A line can hold multiple linked list elements. An L1 miss brings in the linked list element which is currently needed but also brings in others that will be needed later. As the search proceeds more and more of the elements will be found in the cache.

(d) How could one determine the line size from the PED plots? Be specific and use numbers from the dataset. (The line size can be found two other ways, if you come upon them by all means use them to check your answer that is based on the PED plot.)

The array routine accesses memory consecutively and each element is four bytes. It is accessed by the load instruction at 0x107f8. Looking at the PED above it is easy to find load misses. Since the array is not in the level-one cache when the routine starts every access to a new line must miss. To find the line size count the number of loads between misses. There are 16, and so the line size must be 64 bytes.

(e) Before people stopped replacing \$2,500 computers every six months computer engineers would loose sleep worrying about The Memory Wall, the growing gap in performance between processors and memory (e.g., the number of instructions that could have been executed while waiting for memory). What is it about the array routine that lets it sail over the memory wall while the linked list routine is stopped dead? The answer should take into account certain load instructions and the critical path.

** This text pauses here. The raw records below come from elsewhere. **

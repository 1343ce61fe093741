package demo

import (
	"math"
	"math/rand/v2"
	"strconv"
	"time"
)

// Prep is one replicate preparation of a product lot for the day's run:
// MassG grams of product made up to VolumeML millilitres, and scanned.
// Its Scan's Conc is the extract's concentration in mg/L.
type Prep struct {
	Scan
	// Lot is the product lot: the replicate group.
	Lot string
	// MassG and VolumeML are the preparation as weighed and made up;
	// UMassG and UVolumeML their standard uncertainties.
	MassG, UMassG, VolumeML, UVolumeML float64
	// Content is each dye's content of the lot in mg/kg of product, in
	// Scenario.Dyes order.
	Content []float64
	// Loss is the fraction of dye this preparation lost (0: none).
	Loss float64
}

// Lot is one product lot of the day's run, prepared by weight in
// replicate.
type Lot struct {
	Name, Note string
	// Content is each dye's content in mg/kg of product.
	Content []float64
	// Preps are the replicate preparations.
	Preps []Prep
}

// prepVolumeML, uMassG and uVolumeML are the preparation of every
// replicate: the weighed product made up to 50 mL in a volumetric flask;
// standard uncertainties of a 0.1 mg balance reading and of a 50 mL
// class A flask (±0.05 mL read as a rectangular distribution, 0.05/√3),
// invented in the spirit of common practice.
const (
	prepVolumeML = 50
	uMassG       = 0.0002
	uVolumeML    = 0.03
)

// lots are the day's run's product lots: content in mg/kg, and for each
// replicate the mass weighed and the fraction of dye it lost (a planted
// slip in lot-115's third preparation).
func (sc *Scenario) lots() []Lot {
	nd := len(sc.Dyes)
	content := func(vals ...float64) []float64 {
		c := make([]float64, nd)
		copy(c, vals)
		return c
	}
	mk := func(name, note string, c []float64, masses, losses []float64) Lot {
		l := Lot{Name: name, Note: note, Content: c}
		for i, m := range masses {
			p := Prep{Lot: name, MassG: m, UMassG: uMassG, VolumeML: prepVolumeML, UVolumeML: uVolumeML, Content: c, Loss: losses[i]}
			p.Name = name + "-" + strconv.Itoa(i+1)
			p.file = "run/" + p.Name + ".csv"
			p.Dilution, p.pathCM = 1, 1
			p.Note = note
			// c mg/kg × m g / V mL = mg/L (1 mg/kg × 1 g / 1 mL = 1 mg/L).
			p.Conc = make([]float64, nd)
			for k := range c {
				p.Conc[k] = c[k] * m / prepVolumeML * (1 - p.Loss)
			}
			l.Preps = append(l.Preps, p)
		}
		return l
	}
	return []Lot{
		mk("lot-114", "strawberry, weighed in triplicate", content(0, 40, 220, 0),
			[]float64{2.5031, 2.4968, 2.5119}, []float64{0, 0, 0}),
		mk("lot-115", "lemon-lime, weighed in triplicate; the third flask was topped up past the mark", content(180, 0, 0, 30),
			[]float64{2.4884, 2.5062, 2.4950}, []float64{0, 0, 0.09}),
	}
}

// HistoryCheck is one compound of one check standard in one earlier run.
type HistoryCheck struct {
	Standard, Compound string
	Known, Found       float64 // mg/L
	SE                 float64 // mg/L
	Recovery           float64 // per cent
}

// HistoryDay is one earlier day's check-standard run, invented.
type HistoryDay struct {
	Time   time.Time
	Checks []HistoryCheck
}

// History parameters: HistoryDays working days from HistoryStart; each
// recovery is 100 % plus noise of SD historyNoisePct (about what the
// demo's verify finds) and, for ShiftedDye from day HistoryShiftDay
// (counting from 1) on, a shift of historyShiftPct: a planted drift (a
// new bottle of solvent, say) that the control rules catch. The first
// HistoryBaseline days of each series are scaled to mean 100 % and SD
// historyNoisePct exactly, and later noise is kept within
// historyClip SDs, so that the charts' limits are the ones the story
// needs and only the planted shift breaks a rule (invented data).
const (
	HistoryDays     = 20
	HistoryBaseline = 10
	HistoryShiftDay = 13
	historyNoisePct = 0.3
	historyShiftPct = 0.45
	historyClip     = 1.5
	historySEmgL    = 0.006
)

// HistoryStart is the first day of the invented history: a Monday,
// 09:00 UTC.
var HistoryStart = time.Date(2026, time.November, 2, 9, 0, 0, 0, time.UTC)

// ShiftedDye is the dye whose recoveries the planted shift moves.
const ShiftedDye = "Scarlane"

// historyChecks are the check standards of the history: the day's run's.
var historyChecks = []string{"chk-1a", "chk-2a", "chk-3a"}

// History returns the invented earlier runs of the lab's check
// standards chk-1a, chk-2a and chk-3a (the day's run's checks), one run
// per working day: every compound a check holds, with its recovery. The
// numbers come from a PCG with fixed seeds: the same on every call.
func (sc *Scenario) History() []HistoryDay {
	rng := rand.New(rand.NewPCG(sc.seed1, sc.seed2+1))
	days := make([]HistoryDay, HistoryDays)
	day := HistoryStart
	for n := range days {
		for day.Weekday() == time.Saturday || day.Weekday() == time.Sunday {
			day = day.AddDate(0, 0, 1)
		}
		days[n].Time = day
		day = day.AddDate(0, 0, 1)
	}
	for _, name := range historyChecks {
		var c Scan
		for _, s := range sc.Checks {
			if s.Name == name {
				c = s
			}
		}
		for k, dye := range sc.Dyes {
			known := c.Conc[k]
			if known == 0 {
				continue
			}
			for n, z := range historyNoise(rng) {
				rec := 100 + historyNoisePct*z
				if dye.Name == ShiftedDye && n+1 >= HistoryShiftDay {
					rec += historyShiftPct
				}
				rec = math.Round(rec*100) / 100
				days[n].Checks = append(days[n].Checks, HistoryCheck{Standard: name, Compound: dye.Name, Known: known,
					Found: known * rec / 100, SE: historySEmgL, Recovery: rec})
			}
		}
	}
	return days
}

// historyNoise is one series' standard normal noise: the first
// HistoryBaseline values scaled to mean 0 and SD 1 exactly, the others
// kept within ±historyClip.
func historyNoise(rng *rand.Rand) []float64 {
	z := make([]float64, HistoryDays)
	for i := range z {
		z[i] = rng.NormFloat64()
	}
	b := z[:HistoryBaseline]
	var mean, ss float64
	for _, v := range b {
		mean += v / float64(len(b))
	}
	for _, v := range b {
		ss += (v - mean) * (v - mean)
	}
	sd := math.Sqrt(ss / float64(len(b)-1))
	for i := range b {
		b[i] = (b[i] - mean) / sd
	}
	for i := HistoryBaseline; i < len(z); i++ {
		z[i] = max(-historyClip, min(historyClip, z[i]))
	}
	return z
}
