// commonGrid chooses the grid: the first standard's wavelengths within the
// window, or within the range all scans share.
func commonGrid(sh *Sheet, fit []Row, opt Options, warn func(string, ...any)) ([]float64, error) {
	rows := append(append([]Row(nil), fit...), sh.Blanks...)
	first := sh.Standards[0].Scan.Wavelengths
	var lo, hi float64
	if opt.WindowLo != 0 || opt.WindowHi != 0 {
		lo, hi = opt.WindowLo, opt.WindowHi
		if !finite(lo) || !finite(hi) || lo >= hi || lo < 0 {
			return nil, fmt.Errorf("reference: build: %w: window %g-%g nm is empty", ErrWindow, lo, hi)
		}
		covers := func(wl []float64) bool {
			s := gridSlack * (wl[len(wl)-1] - wl[0])
			return wl[0] <= lo+s && wl[len(wl)-1] >= hi-s
		}
		for _, r := range rows {
			if wl := r.Scan.Wavelengths; !covers(wl) {
				return nil, &spectrum.ParseError{File: sh.Path, Line: r.Line, Err: fmt.Errorf("%w: %s covers %g-%g nm, the window is %g-%g nm",
					ErrWindow, r.File, wl[0], wl[len(wl)-1], lo, hi)}
			}
		}
		if b := opt.Blank; b != nil && !covers(b.Wavelengths) {
			return nil, fmt.Errorf("reference: build: %w: blank %s covers %g-%g nm, the window is %g-%g nm",
				ErrWindow, b.Source, b.Wavelengths[0], b.Wavelengths[len(b.Wavelengths)-1], lo, hi)
		}
	} else {
		ss := make([]*spectrum.Spectrum, 0, len(rows)+1)
		for _, r := range rows {
			ss = append(ss, r.Scan)
		}
		if opt.Blank != nil {
			ss = append(ss, opt.Blank)
		}
		var err error
		if lo, hi, err = spectrum.CommonRange(ss); err != nil {
			return nil, fmt.Errorf("reference: build: %s: %w", sh.Path, err)
		}
		if lo > first[0] || hi < first[len(first)-1] {
			warn("%s", narrowNote(rows, opt.Blank, first, lo, hi))
		}
	}
	s := gridSlack * (first[len(first)-1] - first[0])
	var grid []float64
	for _, w := range first {
		if w >= lo-s && w <= hi+s {
			grid = append(grid, w)
		}
	}
	if len(grid) < 2 {
		return nil, fmt.Errorf("reference: build: %w: %s has %d points within %g-%g nm; need at least 2",
			ErrWindow, sh.Standards[0].File, len(grid), lo, hi)
	}
	var moved []int
	for i, r := range rows {
		if _, resampled, err := onGrid(r.Scan, grid); err != nil {
			return nil, &spectrum.ParseError{File: sh.Path, Line: r.Line, Err: err}
		} else if resampled {
			moved = append(moved, i)
		}
	}
	if len(moved) > 0 {
		warn("%d of %d scans %s on other wavelength grids and %s interpolated linearly onto the %d points (%g-%g nm) of %s: %s",
			len(moved), len(rows), plural(len(moved), "was", "were"), plural(len(moved), "was", "were"),
			len(grid), grid[0], grid[len(grid)-1], rowName(sh.Standards[0]), rowList(moved, rows))
	}
	return grid, nil
}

Discuss how the performance of the routines change as the L1 miss time gets longer and longer.

The reason the linked list suffers is because the load for the second element can't start until the load for the first element finishes. In contrast, since an array is laid out sequentially in memory, there is no need to load the first element to find out where the second is located. The array code enjoys two advantages here. First, a miss to a single line will bring several array elements, second, it is possible to overlap misses to two lines (if the ROB is large enough, which it isn't). Therefore, even if the gap between memory and processor speed continues to widen, the performance of the array code won't suffer much as long as the ROB is made larger and the memory can handle multiple overlapping misses.

(Linked lists do have their advantages, but should not be used where an array would suffice.)